- TASK REQUIREMENTS -
From the data below, report how many lines contain the word "values", giving the number and nothing else.

- RECORDS FOR THIS EXERCISE -
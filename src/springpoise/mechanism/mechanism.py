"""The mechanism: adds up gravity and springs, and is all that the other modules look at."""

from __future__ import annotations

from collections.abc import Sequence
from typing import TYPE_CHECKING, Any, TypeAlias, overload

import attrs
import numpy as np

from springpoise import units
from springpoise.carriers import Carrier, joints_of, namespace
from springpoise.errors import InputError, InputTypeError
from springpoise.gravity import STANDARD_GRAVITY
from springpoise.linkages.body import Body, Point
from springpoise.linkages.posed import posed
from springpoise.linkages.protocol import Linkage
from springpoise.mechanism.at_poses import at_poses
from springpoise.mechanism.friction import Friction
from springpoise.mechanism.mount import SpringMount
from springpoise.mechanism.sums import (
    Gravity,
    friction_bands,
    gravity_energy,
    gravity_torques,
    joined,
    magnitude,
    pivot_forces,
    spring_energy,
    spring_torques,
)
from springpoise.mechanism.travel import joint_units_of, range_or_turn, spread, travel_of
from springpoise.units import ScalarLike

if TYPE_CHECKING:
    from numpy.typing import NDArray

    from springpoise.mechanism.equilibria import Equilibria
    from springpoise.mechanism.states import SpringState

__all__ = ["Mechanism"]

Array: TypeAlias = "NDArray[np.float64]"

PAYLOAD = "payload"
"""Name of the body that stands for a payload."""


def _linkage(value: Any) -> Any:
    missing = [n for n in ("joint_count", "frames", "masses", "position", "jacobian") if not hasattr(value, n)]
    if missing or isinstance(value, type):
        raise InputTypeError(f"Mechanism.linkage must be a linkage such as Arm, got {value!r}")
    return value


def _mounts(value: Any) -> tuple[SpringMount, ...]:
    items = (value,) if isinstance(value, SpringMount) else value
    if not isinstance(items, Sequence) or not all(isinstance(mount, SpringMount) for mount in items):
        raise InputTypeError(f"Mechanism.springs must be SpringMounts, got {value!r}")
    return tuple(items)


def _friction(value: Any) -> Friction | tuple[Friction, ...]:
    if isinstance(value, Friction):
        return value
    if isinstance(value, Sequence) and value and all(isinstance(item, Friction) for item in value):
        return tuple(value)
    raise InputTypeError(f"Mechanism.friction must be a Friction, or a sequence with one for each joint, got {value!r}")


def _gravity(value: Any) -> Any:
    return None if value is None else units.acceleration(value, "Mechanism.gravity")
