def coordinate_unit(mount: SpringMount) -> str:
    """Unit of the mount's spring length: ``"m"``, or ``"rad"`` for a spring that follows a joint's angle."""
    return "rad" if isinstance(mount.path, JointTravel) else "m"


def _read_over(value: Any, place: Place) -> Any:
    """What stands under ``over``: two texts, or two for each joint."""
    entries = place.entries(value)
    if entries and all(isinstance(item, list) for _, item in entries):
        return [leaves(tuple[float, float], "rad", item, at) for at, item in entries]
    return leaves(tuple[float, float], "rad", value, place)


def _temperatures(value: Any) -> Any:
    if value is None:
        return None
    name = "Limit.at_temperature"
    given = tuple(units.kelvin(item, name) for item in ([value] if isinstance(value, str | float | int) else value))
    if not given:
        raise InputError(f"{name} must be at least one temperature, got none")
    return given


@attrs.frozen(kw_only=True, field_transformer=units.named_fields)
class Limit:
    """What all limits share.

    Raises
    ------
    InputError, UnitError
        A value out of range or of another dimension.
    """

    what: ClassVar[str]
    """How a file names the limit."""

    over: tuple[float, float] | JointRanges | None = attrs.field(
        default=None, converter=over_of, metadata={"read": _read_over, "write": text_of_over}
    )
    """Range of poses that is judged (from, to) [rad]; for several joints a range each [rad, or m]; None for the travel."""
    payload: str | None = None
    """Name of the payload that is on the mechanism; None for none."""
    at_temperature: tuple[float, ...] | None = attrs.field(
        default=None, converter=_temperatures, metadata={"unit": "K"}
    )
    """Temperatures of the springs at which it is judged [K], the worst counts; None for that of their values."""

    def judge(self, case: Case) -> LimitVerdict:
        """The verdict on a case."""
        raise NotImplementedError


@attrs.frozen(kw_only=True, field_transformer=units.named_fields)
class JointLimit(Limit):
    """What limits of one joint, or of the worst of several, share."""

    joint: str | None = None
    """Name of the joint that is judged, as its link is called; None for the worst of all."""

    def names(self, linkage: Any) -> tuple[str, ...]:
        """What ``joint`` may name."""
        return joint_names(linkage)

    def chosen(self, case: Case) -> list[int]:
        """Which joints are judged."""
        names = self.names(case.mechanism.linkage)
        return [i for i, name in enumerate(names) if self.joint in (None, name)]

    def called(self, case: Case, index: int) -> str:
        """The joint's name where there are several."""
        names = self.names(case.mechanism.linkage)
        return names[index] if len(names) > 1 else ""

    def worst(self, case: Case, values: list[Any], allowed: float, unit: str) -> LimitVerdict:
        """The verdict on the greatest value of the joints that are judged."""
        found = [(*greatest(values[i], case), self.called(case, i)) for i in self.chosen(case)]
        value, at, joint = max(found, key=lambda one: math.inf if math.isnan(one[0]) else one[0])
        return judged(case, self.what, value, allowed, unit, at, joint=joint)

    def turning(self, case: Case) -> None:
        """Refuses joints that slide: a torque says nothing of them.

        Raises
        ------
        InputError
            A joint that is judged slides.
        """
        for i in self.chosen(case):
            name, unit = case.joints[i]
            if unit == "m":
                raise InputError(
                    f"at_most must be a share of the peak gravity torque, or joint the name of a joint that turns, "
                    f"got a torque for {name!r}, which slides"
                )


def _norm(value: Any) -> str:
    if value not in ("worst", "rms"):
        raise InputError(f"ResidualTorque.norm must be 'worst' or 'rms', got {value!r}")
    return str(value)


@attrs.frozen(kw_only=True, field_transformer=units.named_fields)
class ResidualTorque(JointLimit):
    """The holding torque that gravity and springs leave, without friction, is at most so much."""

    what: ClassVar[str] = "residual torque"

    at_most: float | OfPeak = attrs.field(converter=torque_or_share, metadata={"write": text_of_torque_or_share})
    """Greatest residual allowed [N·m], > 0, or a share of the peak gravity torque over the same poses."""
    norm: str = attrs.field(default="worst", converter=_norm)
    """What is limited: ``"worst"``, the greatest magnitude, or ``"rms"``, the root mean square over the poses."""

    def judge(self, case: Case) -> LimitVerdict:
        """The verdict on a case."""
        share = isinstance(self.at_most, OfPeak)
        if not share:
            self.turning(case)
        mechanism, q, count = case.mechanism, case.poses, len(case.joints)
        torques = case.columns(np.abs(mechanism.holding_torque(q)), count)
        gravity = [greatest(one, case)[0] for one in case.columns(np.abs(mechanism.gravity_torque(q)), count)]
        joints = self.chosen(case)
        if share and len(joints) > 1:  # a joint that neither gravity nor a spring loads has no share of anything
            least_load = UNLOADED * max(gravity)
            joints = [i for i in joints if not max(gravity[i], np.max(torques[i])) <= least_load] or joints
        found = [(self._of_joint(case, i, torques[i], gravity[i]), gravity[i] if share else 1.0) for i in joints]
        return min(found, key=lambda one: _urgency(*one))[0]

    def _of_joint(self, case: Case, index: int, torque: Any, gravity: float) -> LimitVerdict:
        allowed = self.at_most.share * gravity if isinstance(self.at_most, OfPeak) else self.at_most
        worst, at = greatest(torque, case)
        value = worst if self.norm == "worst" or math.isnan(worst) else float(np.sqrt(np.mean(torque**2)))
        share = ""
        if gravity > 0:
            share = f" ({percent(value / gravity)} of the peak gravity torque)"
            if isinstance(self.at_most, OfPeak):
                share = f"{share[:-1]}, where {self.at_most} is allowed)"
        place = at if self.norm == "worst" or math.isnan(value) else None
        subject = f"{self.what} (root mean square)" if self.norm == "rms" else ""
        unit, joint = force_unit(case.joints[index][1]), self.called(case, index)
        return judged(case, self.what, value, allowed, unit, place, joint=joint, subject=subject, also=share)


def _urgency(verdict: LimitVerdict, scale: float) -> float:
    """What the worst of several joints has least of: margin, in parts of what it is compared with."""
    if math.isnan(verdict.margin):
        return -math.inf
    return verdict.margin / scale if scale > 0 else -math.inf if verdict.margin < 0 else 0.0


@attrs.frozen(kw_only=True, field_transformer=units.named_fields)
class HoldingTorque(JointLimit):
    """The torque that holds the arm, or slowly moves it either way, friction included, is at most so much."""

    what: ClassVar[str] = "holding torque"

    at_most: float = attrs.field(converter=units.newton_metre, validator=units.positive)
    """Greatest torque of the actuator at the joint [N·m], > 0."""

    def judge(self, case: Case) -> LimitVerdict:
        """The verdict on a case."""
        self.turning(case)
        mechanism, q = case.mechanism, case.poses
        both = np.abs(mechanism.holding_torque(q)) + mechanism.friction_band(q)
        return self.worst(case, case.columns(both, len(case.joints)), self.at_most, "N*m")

- EXERCISE RESPONSE -
3